» **Your assignment**: Reply with nothing but how many lines in the entries below include "seed".

» **Data for review**:
————

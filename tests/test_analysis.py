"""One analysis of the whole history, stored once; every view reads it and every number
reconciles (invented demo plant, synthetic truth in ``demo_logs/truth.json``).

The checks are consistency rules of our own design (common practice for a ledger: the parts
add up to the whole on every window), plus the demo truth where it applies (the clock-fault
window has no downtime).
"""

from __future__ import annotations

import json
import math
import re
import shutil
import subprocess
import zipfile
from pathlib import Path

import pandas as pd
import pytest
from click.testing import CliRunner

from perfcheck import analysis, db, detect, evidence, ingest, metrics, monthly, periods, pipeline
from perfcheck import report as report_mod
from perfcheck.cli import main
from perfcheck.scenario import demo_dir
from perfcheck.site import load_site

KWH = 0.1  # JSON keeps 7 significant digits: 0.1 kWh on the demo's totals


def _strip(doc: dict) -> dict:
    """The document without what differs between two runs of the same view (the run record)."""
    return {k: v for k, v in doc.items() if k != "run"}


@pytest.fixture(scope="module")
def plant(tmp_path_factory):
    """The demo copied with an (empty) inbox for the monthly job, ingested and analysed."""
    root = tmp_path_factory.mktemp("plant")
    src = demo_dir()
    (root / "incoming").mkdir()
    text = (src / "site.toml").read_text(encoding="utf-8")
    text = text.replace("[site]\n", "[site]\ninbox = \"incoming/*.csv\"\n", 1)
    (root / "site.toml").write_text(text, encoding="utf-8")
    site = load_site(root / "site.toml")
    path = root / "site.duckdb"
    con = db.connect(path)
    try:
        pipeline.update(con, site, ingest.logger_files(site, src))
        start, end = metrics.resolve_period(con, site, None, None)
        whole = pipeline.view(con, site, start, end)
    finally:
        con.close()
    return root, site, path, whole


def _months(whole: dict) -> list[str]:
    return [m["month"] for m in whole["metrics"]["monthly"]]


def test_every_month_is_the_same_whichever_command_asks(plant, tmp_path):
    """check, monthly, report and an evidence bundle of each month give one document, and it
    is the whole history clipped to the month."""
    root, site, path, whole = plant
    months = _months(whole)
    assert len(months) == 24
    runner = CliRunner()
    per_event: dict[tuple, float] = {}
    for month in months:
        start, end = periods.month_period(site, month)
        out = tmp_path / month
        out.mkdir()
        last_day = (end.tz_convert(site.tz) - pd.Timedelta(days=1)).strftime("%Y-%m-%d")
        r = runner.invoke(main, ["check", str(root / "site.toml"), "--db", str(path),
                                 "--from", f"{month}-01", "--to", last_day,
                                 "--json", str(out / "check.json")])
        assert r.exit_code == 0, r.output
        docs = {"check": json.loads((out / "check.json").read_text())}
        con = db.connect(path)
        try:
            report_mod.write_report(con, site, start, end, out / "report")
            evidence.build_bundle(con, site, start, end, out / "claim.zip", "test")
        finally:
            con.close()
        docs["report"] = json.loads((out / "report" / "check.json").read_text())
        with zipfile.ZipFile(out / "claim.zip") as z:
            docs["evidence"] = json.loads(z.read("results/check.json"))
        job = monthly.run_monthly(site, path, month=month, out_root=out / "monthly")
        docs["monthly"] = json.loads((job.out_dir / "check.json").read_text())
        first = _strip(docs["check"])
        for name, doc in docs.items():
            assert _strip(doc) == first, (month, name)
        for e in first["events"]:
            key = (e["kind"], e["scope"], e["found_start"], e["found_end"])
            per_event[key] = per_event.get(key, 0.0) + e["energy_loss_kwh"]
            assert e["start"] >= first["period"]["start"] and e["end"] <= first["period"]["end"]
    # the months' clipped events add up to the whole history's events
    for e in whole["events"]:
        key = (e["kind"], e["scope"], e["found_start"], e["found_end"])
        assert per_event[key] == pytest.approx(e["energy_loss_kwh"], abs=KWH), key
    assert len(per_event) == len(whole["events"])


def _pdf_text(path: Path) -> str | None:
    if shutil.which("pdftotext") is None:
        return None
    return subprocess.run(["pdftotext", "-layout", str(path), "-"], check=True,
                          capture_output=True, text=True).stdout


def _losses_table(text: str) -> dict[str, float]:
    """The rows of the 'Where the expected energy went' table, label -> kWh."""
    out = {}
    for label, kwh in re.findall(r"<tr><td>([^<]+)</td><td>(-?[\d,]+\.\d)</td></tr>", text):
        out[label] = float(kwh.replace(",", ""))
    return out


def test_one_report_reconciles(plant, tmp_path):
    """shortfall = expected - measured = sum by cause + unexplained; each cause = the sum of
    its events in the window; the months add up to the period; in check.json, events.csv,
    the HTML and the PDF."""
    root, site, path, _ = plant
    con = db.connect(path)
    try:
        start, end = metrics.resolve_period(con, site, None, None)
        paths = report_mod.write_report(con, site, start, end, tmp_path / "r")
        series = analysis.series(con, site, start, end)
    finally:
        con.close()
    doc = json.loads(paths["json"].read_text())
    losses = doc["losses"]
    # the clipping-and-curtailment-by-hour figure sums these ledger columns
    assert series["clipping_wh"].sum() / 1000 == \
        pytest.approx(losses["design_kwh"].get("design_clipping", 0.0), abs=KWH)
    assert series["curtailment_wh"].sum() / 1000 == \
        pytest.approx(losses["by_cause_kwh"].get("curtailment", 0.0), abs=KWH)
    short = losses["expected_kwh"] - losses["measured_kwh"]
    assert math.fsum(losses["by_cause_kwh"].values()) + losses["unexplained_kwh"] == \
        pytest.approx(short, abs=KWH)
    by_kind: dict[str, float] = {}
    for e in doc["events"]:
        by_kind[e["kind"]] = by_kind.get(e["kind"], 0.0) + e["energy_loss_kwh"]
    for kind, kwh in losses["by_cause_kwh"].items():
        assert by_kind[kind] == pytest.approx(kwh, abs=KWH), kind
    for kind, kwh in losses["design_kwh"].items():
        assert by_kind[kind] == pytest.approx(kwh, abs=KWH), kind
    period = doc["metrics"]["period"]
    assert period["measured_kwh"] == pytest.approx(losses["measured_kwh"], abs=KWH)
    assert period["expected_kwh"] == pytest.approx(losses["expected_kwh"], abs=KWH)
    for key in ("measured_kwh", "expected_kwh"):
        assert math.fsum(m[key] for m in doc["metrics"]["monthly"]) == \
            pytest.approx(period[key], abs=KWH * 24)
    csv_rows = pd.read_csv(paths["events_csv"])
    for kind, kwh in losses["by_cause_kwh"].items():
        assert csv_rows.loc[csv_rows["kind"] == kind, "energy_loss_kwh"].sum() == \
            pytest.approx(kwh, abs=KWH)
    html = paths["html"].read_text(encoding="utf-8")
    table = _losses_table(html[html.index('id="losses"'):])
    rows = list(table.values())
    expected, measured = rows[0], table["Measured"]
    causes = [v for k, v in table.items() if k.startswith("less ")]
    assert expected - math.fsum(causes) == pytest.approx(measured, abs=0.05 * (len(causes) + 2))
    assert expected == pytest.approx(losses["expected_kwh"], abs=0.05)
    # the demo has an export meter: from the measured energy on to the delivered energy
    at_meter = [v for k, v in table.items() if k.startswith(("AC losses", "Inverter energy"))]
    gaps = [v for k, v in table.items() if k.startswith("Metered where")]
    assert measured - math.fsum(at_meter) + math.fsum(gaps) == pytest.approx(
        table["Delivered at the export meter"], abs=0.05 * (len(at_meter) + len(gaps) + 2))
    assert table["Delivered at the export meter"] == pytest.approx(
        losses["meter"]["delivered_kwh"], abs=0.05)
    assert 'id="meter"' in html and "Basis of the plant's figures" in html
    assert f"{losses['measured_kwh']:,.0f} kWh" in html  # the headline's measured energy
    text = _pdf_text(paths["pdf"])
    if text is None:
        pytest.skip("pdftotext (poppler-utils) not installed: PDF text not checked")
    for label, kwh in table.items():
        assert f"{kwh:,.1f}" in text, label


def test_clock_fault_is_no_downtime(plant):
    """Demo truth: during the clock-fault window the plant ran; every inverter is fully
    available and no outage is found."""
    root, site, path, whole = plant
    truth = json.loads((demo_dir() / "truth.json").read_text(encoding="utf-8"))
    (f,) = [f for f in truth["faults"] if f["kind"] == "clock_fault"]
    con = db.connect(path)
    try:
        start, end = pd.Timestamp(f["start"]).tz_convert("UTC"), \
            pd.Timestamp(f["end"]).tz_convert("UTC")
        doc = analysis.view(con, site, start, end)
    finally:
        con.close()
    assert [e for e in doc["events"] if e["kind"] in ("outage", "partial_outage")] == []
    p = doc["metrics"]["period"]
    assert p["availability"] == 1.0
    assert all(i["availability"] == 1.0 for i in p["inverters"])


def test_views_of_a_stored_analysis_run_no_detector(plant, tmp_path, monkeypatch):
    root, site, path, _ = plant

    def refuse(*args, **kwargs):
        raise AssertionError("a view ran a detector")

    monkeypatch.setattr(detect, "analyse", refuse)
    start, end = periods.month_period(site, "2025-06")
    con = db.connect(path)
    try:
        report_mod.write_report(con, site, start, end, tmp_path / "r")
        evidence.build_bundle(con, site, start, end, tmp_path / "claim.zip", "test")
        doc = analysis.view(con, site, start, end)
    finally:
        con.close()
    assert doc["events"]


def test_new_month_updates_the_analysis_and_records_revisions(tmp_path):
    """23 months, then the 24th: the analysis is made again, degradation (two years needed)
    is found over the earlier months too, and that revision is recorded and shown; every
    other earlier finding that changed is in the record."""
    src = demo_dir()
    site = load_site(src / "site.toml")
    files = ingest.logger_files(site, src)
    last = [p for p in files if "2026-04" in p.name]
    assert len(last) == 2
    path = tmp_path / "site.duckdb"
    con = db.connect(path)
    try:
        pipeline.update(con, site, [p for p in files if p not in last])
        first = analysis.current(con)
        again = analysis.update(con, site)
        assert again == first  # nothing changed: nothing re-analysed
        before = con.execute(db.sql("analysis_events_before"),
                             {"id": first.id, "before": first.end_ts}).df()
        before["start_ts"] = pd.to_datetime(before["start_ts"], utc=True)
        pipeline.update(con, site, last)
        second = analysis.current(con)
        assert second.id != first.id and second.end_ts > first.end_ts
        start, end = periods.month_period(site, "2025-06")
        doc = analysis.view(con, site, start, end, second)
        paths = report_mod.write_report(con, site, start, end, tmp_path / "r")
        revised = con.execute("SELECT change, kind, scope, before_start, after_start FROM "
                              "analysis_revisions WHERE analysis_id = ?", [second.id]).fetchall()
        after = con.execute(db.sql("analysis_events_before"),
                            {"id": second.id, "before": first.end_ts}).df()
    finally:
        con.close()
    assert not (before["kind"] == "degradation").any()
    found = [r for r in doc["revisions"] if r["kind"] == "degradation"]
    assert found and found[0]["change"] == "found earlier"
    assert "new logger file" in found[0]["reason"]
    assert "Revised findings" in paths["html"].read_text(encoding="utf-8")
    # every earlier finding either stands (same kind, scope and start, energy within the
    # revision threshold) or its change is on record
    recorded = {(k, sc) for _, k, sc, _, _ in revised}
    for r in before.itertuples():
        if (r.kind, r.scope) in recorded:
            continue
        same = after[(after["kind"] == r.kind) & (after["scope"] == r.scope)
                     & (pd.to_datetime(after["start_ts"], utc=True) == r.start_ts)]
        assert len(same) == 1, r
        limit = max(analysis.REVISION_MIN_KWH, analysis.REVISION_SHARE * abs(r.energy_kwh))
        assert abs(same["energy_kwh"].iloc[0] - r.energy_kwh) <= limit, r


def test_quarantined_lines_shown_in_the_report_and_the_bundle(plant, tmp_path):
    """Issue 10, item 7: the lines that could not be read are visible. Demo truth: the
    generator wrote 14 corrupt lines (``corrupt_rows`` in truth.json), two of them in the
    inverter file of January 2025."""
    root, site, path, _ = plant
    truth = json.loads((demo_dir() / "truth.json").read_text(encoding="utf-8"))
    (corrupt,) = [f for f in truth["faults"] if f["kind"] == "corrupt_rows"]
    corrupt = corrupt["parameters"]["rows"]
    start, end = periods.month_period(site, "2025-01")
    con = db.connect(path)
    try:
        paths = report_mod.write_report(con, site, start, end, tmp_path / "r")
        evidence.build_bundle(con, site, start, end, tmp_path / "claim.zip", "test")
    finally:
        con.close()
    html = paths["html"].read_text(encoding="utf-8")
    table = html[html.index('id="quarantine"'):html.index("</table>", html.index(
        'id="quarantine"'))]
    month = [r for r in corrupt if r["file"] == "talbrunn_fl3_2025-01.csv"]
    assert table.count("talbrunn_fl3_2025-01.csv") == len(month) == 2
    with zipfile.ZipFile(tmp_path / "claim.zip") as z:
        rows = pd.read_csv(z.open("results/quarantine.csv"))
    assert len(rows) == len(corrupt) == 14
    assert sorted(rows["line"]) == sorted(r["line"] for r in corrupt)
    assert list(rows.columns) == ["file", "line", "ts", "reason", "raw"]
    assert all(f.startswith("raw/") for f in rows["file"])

————

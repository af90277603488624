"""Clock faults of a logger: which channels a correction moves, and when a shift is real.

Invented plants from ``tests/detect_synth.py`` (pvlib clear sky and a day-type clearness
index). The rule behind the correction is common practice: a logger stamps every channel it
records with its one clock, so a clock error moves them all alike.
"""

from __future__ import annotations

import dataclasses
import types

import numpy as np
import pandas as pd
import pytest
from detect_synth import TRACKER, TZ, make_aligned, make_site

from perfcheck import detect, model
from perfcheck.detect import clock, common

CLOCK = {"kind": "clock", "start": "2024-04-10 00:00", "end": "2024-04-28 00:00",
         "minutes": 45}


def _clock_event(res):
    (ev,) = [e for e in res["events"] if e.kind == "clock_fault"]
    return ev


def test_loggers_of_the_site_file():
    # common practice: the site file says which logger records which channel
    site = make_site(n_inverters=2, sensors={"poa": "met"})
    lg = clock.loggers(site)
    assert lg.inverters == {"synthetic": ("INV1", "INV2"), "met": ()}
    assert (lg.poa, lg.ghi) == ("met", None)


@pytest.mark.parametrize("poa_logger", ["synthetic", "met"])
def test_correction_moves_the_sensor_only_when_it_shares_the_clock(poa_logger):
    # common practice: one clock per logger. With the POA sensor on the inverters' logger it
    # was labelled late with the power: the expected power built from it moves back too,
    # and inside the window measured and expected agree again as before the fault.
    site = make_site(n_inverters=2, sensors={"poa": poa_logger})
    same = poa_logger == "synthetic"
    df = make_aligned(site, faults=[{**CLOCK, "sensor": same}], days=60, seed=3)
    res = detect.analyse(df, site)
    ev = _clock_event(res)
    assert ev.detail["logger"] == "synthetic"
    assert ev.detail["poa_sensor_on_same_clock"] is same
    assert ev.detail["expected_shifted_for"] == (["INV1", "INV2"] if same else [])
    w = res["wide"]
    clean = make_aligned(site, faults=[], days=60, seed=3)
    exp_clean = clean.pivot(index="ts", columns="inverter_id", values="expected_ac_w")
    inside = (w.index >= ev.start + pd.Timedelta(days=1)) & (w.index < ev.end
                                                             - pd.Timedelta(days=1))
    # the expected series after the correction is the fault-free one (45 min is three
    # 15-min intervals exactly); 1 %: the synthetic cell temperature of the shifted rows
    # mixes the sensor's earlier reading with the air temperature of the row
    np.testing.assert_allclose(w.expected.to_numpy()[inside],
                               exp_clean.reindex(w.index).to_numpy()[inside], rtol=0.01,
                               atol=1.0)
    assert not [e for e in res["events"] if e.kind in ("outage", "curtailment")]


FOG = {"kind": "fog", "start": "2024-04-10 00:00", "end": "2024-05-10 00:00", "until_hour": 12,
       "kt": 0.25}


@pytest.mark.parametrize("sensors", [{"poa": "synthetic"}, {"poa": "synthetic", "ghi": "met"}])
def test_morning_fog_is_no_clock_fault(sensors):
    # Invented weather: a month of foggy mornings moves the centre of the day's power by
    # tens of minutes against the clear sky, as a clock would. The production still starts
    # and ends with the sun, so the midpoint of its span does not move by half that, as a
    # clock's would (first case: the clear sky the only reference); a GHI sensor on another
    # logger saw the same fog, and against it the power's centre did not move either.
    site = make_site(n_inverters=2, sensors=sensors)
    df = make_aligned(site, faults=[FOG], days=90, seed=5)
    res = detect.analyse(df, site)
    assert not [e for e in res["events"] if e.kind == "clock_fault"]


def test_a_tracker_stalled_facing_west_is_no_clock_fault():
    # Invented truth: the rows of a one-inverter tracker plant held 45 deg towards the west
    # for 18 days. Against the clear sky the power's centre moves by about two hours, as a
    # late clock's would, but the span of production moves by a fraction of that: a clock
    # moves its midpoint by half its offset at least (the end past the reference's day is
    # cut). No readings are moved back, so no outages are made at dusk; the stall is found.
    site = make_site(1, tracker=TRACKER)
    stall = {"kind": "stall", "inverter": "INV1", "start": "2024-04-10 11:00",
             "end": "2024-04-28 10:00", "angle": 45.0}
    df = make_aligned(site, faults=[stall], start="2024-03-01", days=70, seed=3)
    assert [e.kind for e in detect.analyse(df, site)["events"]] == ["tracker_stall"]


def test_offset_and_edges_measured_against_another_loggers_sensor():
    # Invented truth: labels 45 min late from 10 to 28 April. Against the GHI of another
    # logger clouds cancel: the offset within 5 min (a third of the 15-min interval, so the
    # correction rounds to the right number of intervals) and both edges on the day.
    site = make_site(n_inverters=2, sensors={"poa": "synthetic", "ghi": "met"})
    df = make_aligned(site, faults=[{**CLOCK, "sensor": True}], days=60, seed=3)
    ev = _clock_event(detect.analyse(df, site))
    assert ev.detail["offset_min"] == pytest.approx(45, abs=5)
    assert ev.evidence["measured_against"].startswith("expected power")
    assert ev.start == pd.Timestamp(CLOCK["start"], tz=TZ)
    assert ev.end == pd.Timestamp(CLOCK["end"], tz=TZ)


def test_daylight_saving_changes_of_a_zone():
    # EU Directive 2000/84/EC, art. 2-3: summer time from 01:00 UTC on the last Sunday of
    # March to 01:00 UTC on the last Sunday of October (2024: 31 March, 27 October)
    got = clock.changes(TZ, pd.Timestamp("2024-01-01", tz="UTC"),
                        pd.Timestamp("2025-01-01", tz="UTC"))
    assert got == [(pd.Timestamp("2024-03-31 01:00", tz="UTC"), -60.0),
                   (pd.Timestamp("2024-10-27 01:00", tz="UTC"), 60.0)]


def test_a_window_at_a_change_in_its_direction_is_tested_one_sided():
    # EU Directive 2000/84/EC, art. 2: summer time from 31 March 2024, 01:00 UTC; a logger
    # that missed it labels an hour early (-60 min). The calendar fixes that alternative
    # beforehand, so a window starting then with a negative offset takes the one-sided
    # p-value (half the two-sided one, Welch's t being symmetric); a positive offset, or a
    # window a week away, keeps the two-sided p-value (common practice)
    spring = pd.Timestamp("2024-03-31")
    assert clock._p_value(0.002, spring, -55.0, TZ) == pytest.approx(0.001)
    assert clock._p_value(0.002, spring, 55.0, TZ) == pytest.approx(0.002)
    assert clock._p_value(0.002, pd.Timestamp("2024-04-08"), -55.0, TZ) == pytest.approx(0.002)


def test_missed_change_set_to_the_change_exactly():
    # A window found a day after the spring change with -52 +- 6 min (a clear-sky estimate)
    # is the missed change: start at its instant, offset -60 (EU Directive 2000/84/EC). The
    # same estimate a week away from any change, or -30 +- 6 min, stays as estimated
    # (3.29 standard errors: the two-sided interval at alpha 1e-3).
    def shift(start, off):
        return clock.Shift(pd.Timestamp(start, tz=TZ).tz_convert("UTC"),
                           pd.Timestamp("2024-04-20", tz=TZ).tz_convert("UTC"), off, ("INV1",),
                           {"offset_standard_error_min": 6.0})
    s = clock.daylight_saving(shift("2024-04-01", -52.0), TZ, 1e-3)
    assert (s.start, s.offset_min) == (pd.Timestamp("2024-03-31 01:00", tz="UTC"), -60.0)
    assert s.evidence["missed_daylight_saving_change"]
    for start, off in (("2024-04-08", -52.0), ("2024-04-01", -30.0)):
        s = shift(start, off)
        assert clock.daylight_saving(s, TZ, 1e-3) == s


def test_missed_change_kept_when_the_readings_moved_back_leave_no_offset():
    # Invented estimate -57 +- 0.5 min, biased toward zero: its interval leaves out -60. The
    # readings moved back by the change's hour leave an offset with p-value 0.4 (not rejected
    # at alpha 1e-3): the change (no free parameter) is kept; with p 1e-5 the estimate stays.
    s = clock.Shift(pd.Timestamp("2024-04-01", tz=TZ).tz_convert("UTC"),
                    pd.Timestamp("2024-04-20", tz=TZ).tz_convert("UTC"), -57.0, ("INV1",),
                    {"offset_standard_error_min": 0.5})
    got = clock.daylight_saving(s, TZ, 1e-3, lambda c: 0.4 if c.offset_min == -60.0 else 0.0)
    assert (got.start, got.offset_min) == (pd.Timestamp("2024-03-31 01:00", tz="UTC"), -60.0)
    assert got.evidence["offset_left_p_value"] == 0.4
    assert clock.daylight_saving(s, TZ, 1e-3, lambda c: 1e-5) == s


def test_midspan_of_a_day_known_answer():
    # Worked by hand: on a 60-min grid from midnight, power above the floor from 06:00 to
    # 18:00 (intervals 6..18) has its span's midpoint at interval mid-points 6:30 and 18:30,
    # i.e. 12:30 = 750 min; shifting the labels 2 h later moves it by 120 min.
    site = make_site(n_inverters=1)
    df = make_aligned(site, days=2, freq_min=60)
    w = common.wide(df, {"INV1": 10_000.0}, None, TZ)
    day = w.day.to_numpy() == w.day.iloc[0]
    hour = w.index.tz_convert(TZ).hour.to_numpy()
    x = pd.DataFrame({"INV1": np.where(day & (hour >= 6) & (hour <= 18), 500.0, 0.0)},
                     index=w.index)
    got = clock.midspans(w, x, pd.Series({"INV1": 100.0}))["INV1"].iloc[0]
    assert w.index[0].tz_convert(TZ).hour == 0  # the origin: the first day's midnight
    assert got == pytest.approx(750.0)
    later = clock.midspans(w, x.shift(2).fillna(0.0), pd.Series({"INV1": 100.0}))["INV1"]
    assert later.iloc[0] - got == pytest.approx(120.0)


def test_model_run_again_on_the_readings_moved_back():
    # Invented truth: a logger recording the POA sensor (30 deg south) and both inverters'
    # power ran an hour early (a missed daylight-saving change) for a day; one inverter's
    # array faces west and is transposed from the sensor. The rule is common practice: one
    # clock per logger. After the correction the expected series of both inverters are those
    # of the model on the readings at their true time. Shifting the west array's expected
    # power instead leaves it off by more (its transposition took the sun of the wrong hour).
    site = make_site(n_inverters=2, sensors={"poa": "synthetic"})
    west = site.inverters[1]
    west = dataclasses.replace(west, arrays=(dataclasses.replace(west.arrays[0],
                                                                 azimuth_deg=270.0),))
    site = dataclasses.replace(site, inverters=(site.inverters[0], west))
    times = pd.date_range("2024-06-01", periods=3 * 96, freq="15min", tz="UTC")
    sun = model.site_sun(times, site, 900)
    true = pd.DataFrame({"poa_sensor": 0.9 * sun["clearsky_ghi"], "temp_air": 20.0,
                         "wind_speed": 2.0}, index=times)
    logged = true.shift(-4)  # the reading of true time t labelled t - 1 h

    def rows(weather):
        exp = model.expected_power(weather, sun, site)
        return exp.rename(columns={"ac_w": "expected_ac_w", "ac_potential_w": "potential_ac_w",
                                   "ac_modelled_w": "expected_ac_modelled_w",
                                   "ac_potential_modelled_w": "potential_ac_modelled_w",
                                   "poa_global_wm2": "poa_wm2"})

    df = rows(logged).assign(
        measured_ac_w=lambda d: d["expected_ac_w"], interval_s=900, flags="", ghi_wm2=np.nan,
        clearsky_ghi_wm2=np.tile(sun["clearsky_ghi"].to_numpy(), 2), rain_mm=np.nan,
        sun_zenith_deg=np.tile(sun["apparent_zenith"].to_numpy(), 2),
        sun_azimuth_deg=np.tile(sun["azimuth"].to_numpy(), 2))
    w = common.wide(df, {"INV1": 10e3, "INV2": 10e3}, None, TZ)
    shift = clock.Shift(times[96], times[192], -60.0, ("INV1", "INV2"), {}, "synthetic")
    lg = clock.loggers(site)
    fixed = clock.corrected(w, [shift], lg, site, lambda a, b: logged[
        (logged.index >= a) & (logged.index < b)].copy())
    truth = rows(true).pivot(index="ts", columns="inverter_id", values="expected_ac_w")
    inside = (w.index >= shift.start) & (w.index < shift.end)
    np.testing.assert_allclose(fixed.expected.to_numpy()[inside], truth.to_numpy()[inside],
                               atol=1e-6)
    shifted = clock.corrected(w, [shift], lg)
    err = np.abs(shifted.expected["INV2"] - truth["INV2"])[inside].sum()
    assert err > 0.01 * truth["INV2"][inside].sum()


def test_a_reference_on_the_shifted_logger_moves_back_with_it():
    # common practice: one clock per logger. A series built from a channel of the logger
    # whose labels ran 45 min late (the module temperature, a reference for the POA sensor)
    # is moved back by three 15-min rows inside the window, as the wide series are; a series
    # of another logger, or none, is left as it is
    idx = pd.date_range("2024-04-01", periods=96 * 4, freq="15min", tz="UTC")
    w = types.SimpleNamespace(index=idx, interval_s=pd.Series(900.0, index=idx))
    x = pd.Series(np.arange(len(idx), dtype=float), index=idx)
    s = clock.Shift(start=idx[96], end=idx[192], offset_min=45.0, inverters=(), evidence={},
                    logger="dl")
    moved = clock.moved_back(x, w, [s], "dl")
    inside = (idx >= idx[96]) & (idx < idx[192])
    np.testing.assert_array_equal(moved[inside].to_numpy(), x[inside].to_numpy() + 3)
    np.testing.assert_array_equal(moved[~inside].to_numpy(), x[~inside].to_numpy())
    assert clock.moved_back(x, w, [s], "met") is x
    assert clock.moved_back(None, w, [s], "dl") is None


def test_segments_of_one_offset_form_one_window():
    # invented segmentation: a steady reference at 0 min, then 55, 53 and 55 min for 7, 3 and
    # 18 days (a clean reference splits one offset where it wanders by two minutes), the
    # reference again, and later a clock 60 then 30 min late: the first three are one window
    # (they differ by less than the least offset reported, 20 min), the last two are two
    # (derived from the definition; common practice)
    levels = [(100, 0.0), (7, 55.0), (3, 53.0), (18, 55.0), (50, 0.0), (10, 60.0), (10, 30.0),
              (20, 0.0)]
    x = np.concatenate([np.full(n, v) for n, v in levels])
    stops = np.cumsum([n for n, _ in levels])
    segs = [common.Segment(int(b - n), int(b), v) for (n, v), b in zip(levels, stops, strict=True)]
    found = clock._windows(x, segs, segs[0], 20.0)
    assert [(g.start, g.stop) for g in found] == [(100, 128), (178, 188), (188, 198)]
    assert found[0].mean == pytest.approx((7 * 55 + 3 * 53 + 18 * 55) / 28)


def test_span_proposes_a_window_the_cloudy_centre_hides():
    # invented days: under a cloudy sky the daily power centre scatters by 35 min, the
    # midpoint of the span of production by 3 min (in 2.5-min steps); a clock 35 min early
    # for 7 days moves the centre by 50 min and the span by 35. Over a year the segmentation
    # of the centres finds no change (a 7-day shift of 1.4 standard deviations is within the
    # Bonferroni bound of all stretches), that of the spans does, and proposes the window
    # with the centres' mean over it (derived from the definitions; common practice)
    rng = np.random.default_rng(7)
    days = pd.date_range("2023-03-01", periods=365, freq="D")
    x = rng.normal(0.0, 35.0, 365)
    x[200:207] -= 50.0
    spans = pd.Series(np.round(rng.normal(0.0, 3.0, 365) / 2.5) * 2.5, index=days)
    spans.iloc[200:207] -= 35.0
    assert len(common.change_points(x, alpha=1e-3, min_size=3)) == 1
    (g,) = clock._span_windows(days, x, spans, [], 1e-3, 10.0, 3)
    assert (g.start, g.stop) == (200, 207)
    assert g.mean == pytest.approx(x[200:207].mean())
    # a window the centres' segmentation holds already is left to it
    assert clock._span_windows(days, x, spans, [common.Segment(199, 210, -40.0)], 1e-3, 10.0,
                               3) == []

————

» **Reply**: 5